Титус покачал головой.

Она продолжала:

– Бен не знает, что ты явился. Он пошел на одну ферму, узнать насчет собаки.

– Собаки? – переспросил Титус.

– Да, мы хотим завести собаку.

– Какой породы?

– Валлийская колли.

– Он приведет ее с собой?

– Не знаю.

Это хотя бы напоминало разговор на какую-то тему. Мне надоело, что меня не видят и не слышат, и я крикнул:

– Давайте выпьем, давайте поужинаем!

Титус, не оглядываясь, отмахнулся от меня и сказал Хартли:

– Пошли сюда.

Она последовала вслед за ним в красную комнату, и он закрыл дверь прямо у меня перед носом.

Тут до меня наконец дошло, что лучше оставить их одних. К тому же теперь, когда Хартли была здесь, надлежало подробно обдумать следующие шаги, опасные и решающие. Я постоял в прихожей, подумал, потом побежал наверх в гостиную и достал почтовую бумагу. Еще давно я нашел в каком-то ящике пачку листков со штампом «Шрафф-Энд» – очевидно, собственность миссис Чорни – и теперь написал на одном из этих глянцевитых листков:

«Многоуважаемый мистер Фич!

Сообщаю, что Мэри у меня, и Титус тоже.

Искренне Ваш Чарльз Эрроуби».

 

Я сунул листок в конверт и выбежал из дома. Меня немного удивило, что на дворе стоит теплый летний вечер. То ли в доме было холодно, то ли мне чудилось, что нормальное время должно было остановиться. Трава шоссе была изумрудно-зеленая, торчащие из нее там и сям скалы сверкали, словно обсыпанные алмазами. Теплый воздух хлынул на меня волной, напоенной запахами земли, цветов, произрастания.

Я пробежал дамбу, свернул по шоссе в сторону башни и «Ворона», за поворот, откуда видна была бухта. Здесь, послушный моим указаниям, Гилберт остановил машину. Мне нужно было ее скрыть на тот случай, если позже понадобится что-нибудь соврать про нее в разговоре с Хартли.

Гилберт сидел на камне, глядя на ярко освещенную синюю воду. Он вскочил и подбежал ко мне.

– Гилберт, будь добр, свези это письмо и передай в «Ниблетс», ну, ты помнишь, последний коттедж на той дороге.

– Слушаюсь, хозяин. Как там дела?

– Все хорошо. Езжай сейчас же, ладно? А потом возвращайся и жди здесь.

– А поужинать? В дом мне хоть можно войти? – Гилберт, снедаемый любопытством, жаждал быть в гуще событий.

Но это не входило в мои планы.

– Нет еще. Ты купи себе сандвич в «Черном льве», а потом возвращайся сюда. Я еще не уверен, что будет дальше.

– Надеюсь, обойдется без кровопролития?

– Я тоже надеюсь. Ну же, поторопись.

– Но послушай…

– Езжай ради Бога.

– Могу я посидеть в трактире, пропустить стаканчик? Сил нет, хочется выпить.
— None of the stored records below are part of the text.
import { createServer } from 'node:http'
import type { AddressInfo } from 'node:net'
import { pino } from 'pino'
import { z } from 'zod'
import { readingEndpoints, type Trace } from '#shared/contract/reading.ts'
import { settableClock } from '#shared/domain/clock.ts'
import { composeServer } from '../../../server/compose.ts'
import { openDatabase } from '../../../server/db/database.ts'
import { migrateToLatest } from '../../../server/db/migrate.ts'
import { readingRepository } from '../../../server/features/readings/repository.ts'
import { rollUpQuarters } from '../../../server/history/roll-up-quarters.ts'
import { fillHistory, nightMs } from './fill-history.ts'
import { createAsker, timed, type Timings } from './timings.ts'

const dayMs = 24 * 3_600_000

export type ReadSubject = Awaited<ReturnType<typeof startReadSubject>>

/**
 * A server on a database of its own with so many readings, and what can be measured of it. The server runs in this
 * process, as `npm start` in production would compose it; times include the asker's own parsing.
 */
export async function startReadSubject(url: string, rows: number, timings: Timings) {
  await migrateToLatest(url)
  const db = openDatabase(url, { max: 2 })
  const endMs = Date.UTC(2026, 11, 1, 11)
  const history = await fillHistory(db, rows, endMs)
  const { house, channelIds, pieceIds } = history
  const server = composeServer({
    databaseUrl: url,
    log: pino({ level: 'silent' }),
    clock: settableClock(endMs),
    tokenKey: 'a key for measuring only, of no use elsewhere',
    build: 'bench',
    http: { host: '127.0.0.1', port: 0 },
  })
  const { httpPort } = await server.start()
  const token = server.services.sessions.issueAccessToken(house.people.owner.id)
  const ask = createAsker(httpPort, token)
  const bare = await startBareServer(url)
  const askBare = createAsker(bare.port, '')
  const repository = readingRepository(db)
  let turn = 0

  const traces = async (spanMs: number, channels: readonly number[], points: number): Promise<Trace[]> => {
    const span = `from=${new Date(endMs - spanMs).toISOString()}&to=${new Date(endMs).toISOString()}`
    const path = `/api/sites/${house.own.slug}/traces?${span}&channels=${channels.join(',')}&points=${points}`
    return readingEndpoints.traces.response.parse(await ask.get(path)).traces
  }

  return {
    history,
    db,
    /** A piece's fourteen hours, its own line and its pit's; another piece each time. */
    async pieceTrace(name: string) {
      const path = `/api/pieces/${pieceIds[turn++ % pieceIds.length]}/trace`
      const answer = await timed(timings, name, () => ask.get(path))
      const { core, pit } = readingEndpoints.ofPiece.response.parse(answer)
      expectPoints(path, core, nightMs / 60_000)
      expectPoints(path, pit, nightMs / 60_000)
    },
    async tonight(name: string) {
      await timed(timings, name, () => ask.get(`/api/sites/${house.own.slug}/tonight`))
    },
    async latest(name: string) {
      const found = await timed(timings, name, () => repository.latest(channelIds, endMs - 30 * dayMs))
      if (found.length !== channelIds.length) throw new Error(`${found.length} channels have a latest value`)
    },
    /** The pit that never goes out, over two years or what there is of them. */
    async longLine(name: string) {
      const [trace] = await timed(timings, name, () => traces(730 * dayMs, channelIds.slice(0, 1), 1500))
      // Almost twelve hours to a step.
      const least = Math.min(1300, history.nights * 13)
      if (!trace || trace.at.length > 1500 || trace.at.length < least)
        throw new Error(`A long line has ${trace?.at.length} points`)
    },
    async week(name: string) {
      await timed(timings, name, () => traces(7 * dayMs, channelIds.slice(0, 24), 1000))
    },
    async hour(name: string) {
      const found = await timed(timings, name, () => traces(3_600_000, channelIds.slice(0, 24), 1500))
      for (const trace of found) expectPoints('an hour', trace, 60)
    },
    /** `select 1` through Node's HTTP server and the same pool: what asking costs at all. */
    async nothing(name: string) {
      await timed(timings, name, () => askBare.get('/'))
    },
    /** What a chart of fourteen hours takes without roll-ups or server: two channels' readings by SQL. */
    async rawRows(name: string) {
      const fromMs = endMs - nightMs
      const own = [channelIds[turn++ % channelIds.length] ?? 0, channelIds[1] ?? 0]
      await timed(timings, name, () =>
        db('readings')
          .whereIn('channel_id', own)
          .where('at', '>=', new Date(fromMs))
          .orderBy('at')
          .select('at', 'value'),
      )
    },
    /** The newest night is rolled up again. @returns quarters a second */
    async rollUpRate(): Promise<number> {
      await db.raw(
        `insert into readings_due (channel_id, quarter) select channel_id, quarter from readings_15m
         where channel_id between ? and ? and quarter >= ? on conflict do nothing`,
        [channelIds[0], channelIds.at(-1), new Date(endMs - nightMs)].map((value) => value ?? 0),
      )
      const begun = performance.now()
      const { quarters } = await rollUpQuarters(db, { nowMs: endMs + 3_600_000 })
      return quarters / ((performance.now() - begun) / 1000)
    },
    async stop() {
      ask.close()
      askBare.close()
      await bare.stop()
      await server.stop()
      await db.destroy()
    },
  }
}

async function startBareServer(url: string) {
  const db = openDatabase(url, { max: 2 })
  const server = createServer((_, response) => {
    db.raw('select 1 as one').then(
      (answer: unknown) => response.end(JSON.stringify(One.parse(answer).rows)),
      (error: unknown) => response.writeHead(500).end(String(error)),
    )
  })
  await new Promise<void>((resolve) => server.listen(0, '127.0.0.1', resolve))
  const address: AddressInfo | string | null = server.address()
  return {
    port: typeof address === 'object' ? (address?.port ?? 0) : 0,
    async stop() {
      await new Promise((resolve) => server.close(resolve))
      await db.destroy()
    },
  }
}

const One = z.object({ rows: z.array(z.object({ one: z.int() })) })

function expectPoints(what: string, trace: Trace | null | undefined, count: number): void {
  // A probe's readings lie anywhere in their minutes: the last one may fall on the other side of the end.
  if (!trace || Math.abs(trace.at.length - count) > 2) {
    throw new Error(`${what} answered with ${trace?.at.length ?? 'no'} points instead of ${count}`)
  }
}
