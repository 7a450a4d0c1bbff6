import fc from 'fast-check';
import { describe, expect, it } from 'vitest';
import { LENGTH_MAX_MM } from '../../../../../shared/fit/fit.schema.ts';
import { patternTableSchema } from '../../../../../shared/patterns/patterns.schema.ts';
import { printLength } from '../../../../../shared/units.ts';
import { buildTable } from '../../../../../server/patterns/reading/build-table.ts';
import { isReady } from '../../../../../server/patterns/reading/check-draft.ts';
import { readCell } from '../../../../../shared/patterns/read-cell.ts';
import { writeCsv } from '../../../../../server/patterns/reading/write-csv.ts';
import { read } from './reading.ts';

/** Pieces of tables, put together in any order: closer to what breaks a reader than random letters are. */
const piece = fc.constantFrom(
  ...[
    'Size',
    'Bust',
    'Hip (cm)',
    'Waist"',
    'Chest',
    '½ hip',
    'Length',
    '36',
    '37 3/8',
    '92,5',
    '91–94',
    '1,050',
  ],
  ...[
    '-',
    '=1+1',
    "'=x",
    '"',
    '""',
    ',',
    ';',
    '\t',
    '\n',
    '\r\n',
    ' ',
    '⅜',
    'in',
    'n/a',
    '\u00a0',
    '🙂',
    'sep=;\n',
  ],
);
const text = fc.array(piece, { maxLength: 60 }).map((pieces) => pieces.join(''));
const role = fc.constantFrom('chart', 'finished');

describe('whatever is brought', () => {
  it('is read without throwing, and answers within its schema', () => {
    fc.assert(
      fc.property(text, role, (content, as) => void read(content, as)),
      { numRuns: 1500 },
    );
    fc.assert(
      fc.property(fc.uint8Array({ maxLength: 400 }), role, (bytes, as) => void read(bytes, as)),
      {
        numRuns: 500,
      },
    );
    fc.assert(
      fc.property(fc.string({ unit: 'binary', maxLength: 200 }), (content) => void read(content)),
      {
        numRuns: 500,
      },
    );
  });

  it('is a table that a pattern can keep where no error stands in the way', () => {
    let ready = 0;
    const sized = fc.array(fc.tuple(fc.integer({ min: 1, max: 60 }), piece, piece), {
      minLength: 1,
      maxLength: 5,
    });
    fc.assert(
      fc.property(sized, (rows) => {
        const content = `Size;Bust (cm);Hip (in)\n${rows.map((row) => row.join(';')).join('\n')}`;
        const table = read(content);
        if (!isReady([], [table])) return;
        ready += 1;
        patternTableSchema.parse(buildTable(table, null));
      }),
      { numRuns: 1500 },
    );
    expect(ready).toBeGreaterThan(20);
  });

  it('a length printed in any unit is read as exactly that length, and refused beyond the longest', () => {
    fc.assert(
      fc.property(
        fc.integer({ min: 80, max: 2500 }),
        fc.constantFrom('in', 'cm', 'mm'),
        (sixteenths, unit) => {
          const mm = (sixteenths * 127) / 80;
          const typed =
            unit === 'in'
              ? printLength(mm, 'in')
              : String(unit === 'cm' ? Math.round(mm) / 10 : Math.round(mm));
          const cell = readCell(typed, unit, 'chart');
          const exact = unit === 'in' ? mm : Math.round(mm);
          if (exact > LENGTH_MAX_MM) expect(cell.kind).toBe('error');
          else expect(cell).toMatchObject({ kind: 'length', mm: exact });
        },
      ),
    );
  });

  it('comes back the same when it is written out and brought again, sizes of any text included', () => {
    const label = fc.string({ minLength: 1, maxLength: 30 }).map((found) => found.trim());
    const sizes = fc.uniqueArray(label, {
      minLength: 1,
      maxLength: 5,
      selector: (found) => found.toLowerCase(),
    });
    fc.assert(
      fc.property(sizes, (labels) => {
        fc.pre(labels.every((found) => found !== '' && !/^'\d/.test(found)));
        const table = {
          sizes: labels,
          chart: [
            {
              point: 'bust' as const,
              heading: 'Bust (cm)',
              unit: 'cm' as const,
              mm: labels.map((_, at) => 900 + at * 10),
              typed: labels.map((_, at) => String(90 + at)),
            },
          ],
          finished: [],
        };
        expect(buildTable(read(writeCsv(table, 'chart')), null)).toEqual(table);
      }),
      { numRuns: 1000 },
    );
  });
});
– Можешь, но недолго. Четыре минуты.

Я поежился – недовольная физиономия Гилберта напомнила мне Фредди Аркрайта. А теперь куда ни плюнь – всюду Аркрайты, и Бен с ними заодно.

Я бегом пустился обратно, машина обогнала меня у дамбы. Я вошел в дом (там и правда было холодно), в кухне налил себе полстакана хереса. Подслушивать у двери в красную комнату не стал – вышел на лужайку, поднялся на невысокую скалу, с которой видно море, и отпил глоток хереса.

Пока все неплохо. Но как поведет себя Хартли, когда я поставлю вопрос ребром? И что сделает Бен, когда получит мою записку? А когда он ее получит? Если он в оба конца пройдет пешком да полчаса положит на собаку, дома он будет примерно в 9.30. Сейчас начало девятого. Я вспомнил, что проголодался. От хереса кружилась голова. Но если эти окаянные Аркрайты отвезут его домой на машине, он может вернуться вскоре после половины девятого. С другой стороны, если он будет идти пешком с собакой, то может задержаться и до десяти или около того. И на что ему вдруг понадобилась собака? Он что, хочет ее выдрессировать, чтобы кидалась на меня?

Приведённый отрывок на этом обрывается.